◆ **WHAT YOU WILL DO**:
Reproduce every line in the material below that holds "import".
═════ EXCERPTED RECORDS ═════
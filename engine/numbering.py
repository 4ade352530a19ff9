"""Node numbers from endpoint label text, in order of first appearance.

:func:`number_labels` works directly on the offsets and bytes of two variable-length text
columns (Arrow's string layout: entry ``k`` is ``text[offsets[k]:offsets[k + 1]]``), the ``from``
and ``to`` endpoints of every branch, and numbers the distinct labels in order of first
appearance over the ``from`` column and then the ``to`` column — the numbering of
``pyarrow.compute.dictionary_encode`` over the two columns end to end, which the reader keeps as
the reference (``io/reader.py: _encode_endpoints_reference``).

The distinct labels sit in a hash table with open addressing and linear probing (Knuth, *The Art
of Computer Programming*, vol. 3, 2nd ed., 1998, §6.4, Algorithm L), hashed by 64-bit FNV-1a
(:data:`ohmgraph.engine.checks.FNV_PRIME`) and placed by the top bits of the hash times
``2**64 / φ`` (Knuth's multiplicative hashing, same section). A slot holds the upper 32 bits of
the hash beside the label's number, so probing compares text only where those bits agree; the
table doubles whenever it would be more than half full.

Branch tables have locality: a column names its labels in roughly the order they first
appeared (a lattice's ``from`` column sweeps the nodes row by row, several times), or repeats
one label (every load to the reference). Before hashing, each entry is therefore compared with
the label numbered right after the column's previous entry, then with that entry itself — the
successor prediction of a sequential scan. Those labels' text lies in order in the label
buffer, so a correct guess costs a short comparison of bytes in cache instead of a probe at a
random position in a table of millions of entries (about 100 ns each, several dependent cache
misses); a wrong guess costs the comparison of a few bytes. Measured gain and the variants that
did not help (a small direct-mapped table of recently seen labels): ``benchmarks/README.md``.
"""

from __future__ import annotations

from typing import NamedTuple

import numba
import numpy as np

from .checks import FNV_OFFSET, FNV_PRIME

# 2**64 / golden ratio, odd (Knuth's multiplicative hashing).
GOLDEN = np.uint64(0x9E3779B97F4A7C15)
# The table starts with 2**16 slots (512 KiB) and doubles when more than half full.
INITIAL_TABLE_BITS = 16
_LOW32 = np.uint64(0xFFFFFFFF)


class LabelNumbering(NamedTuple):
    """Distinct labels in order of first appearance and each endpoint's label number.

    Attributes
    ----------
    offsets : ndarray of int32
        ``n + 1`` offsets of the ``n`` labels into ``text`` (Arrow's string layout).
    text : ndarray of uint8
        The labels' bytes end to end.
    from_index, to_index : ndarray of int64
        The label number of every ``from`` and ``to`` entry.
    """

    offsets: np.ndarray
    text: np.ndarray
    from_index: np.ndarray
    to_index: np.ndarray


def number_labels(from_offsets: np.ndarray, from_text: np.ndarray, to_offsets: np.ndarray,
                  to_text: np.ndarray, table_bits: int = INITIAL_TABLE_BITS) -> LabelNumbering:
    """Number the distinct labels of two text columns in order of first appearance (all of
    ``from``, then ``to``).

    Parameters
    ----------
    from_offsets, to_offsets : ndarray of int32
        ``m + 1`` offsets of each column's ``m`` entries into its text (equal lengths); the
        offsets need not start at 0 (a slice of a longer column).
    from_text, to_text : ndarray of uint8
        The columns' bytes (UTF-8; labels are compared byte for byte).
    table_bits : int
        log2 of the hash table's first size (tests pass tiny tables to force collisions).

    Returns
    -------
    LabelNumbering
    """
    offsets, text, from_index, to_index = _number_labels(
        np.ascontiguousarray(from_offsets, np.int32), np.ascontiguousarray(from_text, np.uint8),
        np.ascontiguousarray(to_offsets, np.int32), np.ascontiguousarray(to_text, np.uint8),
        int(table_bits))
    return LabelNumbering(offsets, text, from_index, to_index)


@numba.njit(cache=True, nogil=True, inline="always")
def label_hash(text, start, end):
    """64-bit FNV-1a of ``text[start:end]`` times ``2**64 / φ`` (slot bits at the top)."""
    value = FNV_OFFSET
    for k in range(start, end):
        value = (value ^ np.uint64(text[k])) * FNV_PRIME
    return value * GOLDEN


@numba.njit(cache=True, nogil=True, inline="always")
def _same_text(text, start, end, labels, label_start, label_end):
    """Whether ``text[start:end]`` equals ``labels[label_start:label_end]``."""
    if end - start != label_end - label_start:
        return False
    for k in range(end - start):
        if text[start + k] != labels[label_start + k]:
            return False
    return True


@numba.njit(cache=True, nogil=True)
def _doubled_table(table, bits):
    """The entries of ``table`` (``2**bits`` slots) placed in a table twice as large."""
    bits += 1
    larger = np.zeros(np.int64(1) << bits, np.uint64)
    mask = (np.int64(1) << bits) - 1
    for entry in table:
        if entry != 0:
            slot = np.int64(entry >> np.uint64(64 - bits))
            while larger[slot] != 0:
                slot = (slot + 1) & mask
            larger[slot] = entry
    return larger


@numba.njit(cache=True, nogil=True)
def _room(array, needed):
    """``array`` itself, or a copy at least twice as long, when it holds fewer than ``needed``."""
    if needed <= array.size:
        return array
    larger = np.empty(max(needed, 2 * array.size), array.dtype)
    larger[:array.size] = array
    return larger


@numba.njit(cache=True, nogil=True)
def _number_labels(from_offsets, from_text, to_offsets, to_text, table_bits):
    m = from_offsets.size - 1
    from_index = np.empty(m, np.int64)
    to_index = np.empty(m, np.int64)
    bits = table_bits
    table = np.zeros(np.int64(1) << bits, np.uint64)    # (upper hash bits << 32) | (number + 1)
    label_offsets = np.zeros(1024, np.int32)
    labels = np.empty(16384, np.uint8)
    n = 0
    for column in range(2):
        offsets = from_offsets if column == 0 else to_offsets
        text = from_text if column == 0 else to_text
        index = from_index if column == 0 else to_index
        previous = -1
        for row in range(m):
            start, end = offsets[row], offsets[row + 1]
            guess = previous + 1
            if guess < n and _same_text(text, start, end, labels, label_offsets[guess],
                                        label_offsets[guess + 1]):
                index[row] = guess
                previous = guess
                continue
            if previous >= 0 and _same_text(text, start, end, labels, label_offsets[previous],
                                            label_offsets[previous + 1]):
                index[row] = previous
                continue
            hashed = label_hash(text, start, end)
            tag = hashed >> np.uint64(32)
            mask = (np.int64(1) << bits) - 1
            slot = np.int64(hashed >> np.uint64(64 - bits))
            found = -1
            while table[slot] != 0:
                entry = table[slot]
                if entry >> np.uint64(32) == tag:
                    number = np.int64(entry & _LOW32) - 1
                    if _same_text(text, start, end, labels, label_offsets[number],
                                  label_offsets[number + 1]):
                        found = number
                        break
                slot = (slot + 1) & mask
            if found < 0:
                found = n
                n += 1
                label_offsets = _room(label_offsets, n + 1)
                labels = _room(labels, label_offsets[found] + end - start)
                at = label_offsets[found]
                labels[at:at + end - start] = text[start:end]
                label_offsets[n] = at + end - start
                table[slot] = (tag << np.uint64(32)) | np.uint64(n)
                if 2 * n > table.size:
                    table = _doubled_table(table, bits)
                    bits += 1
            index[row] = found
            previous = found
    return label_offsets[:n + 1].copy(), labels[:label_offsets[n]].copy(), from_index, to_index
═════
◆ **RESPONSE AREA**:
from __future__ import annotations
from typing import NamedTuple
import numba
import numpy as np
from .checks import FNV_OFFSET, FNV_PRIME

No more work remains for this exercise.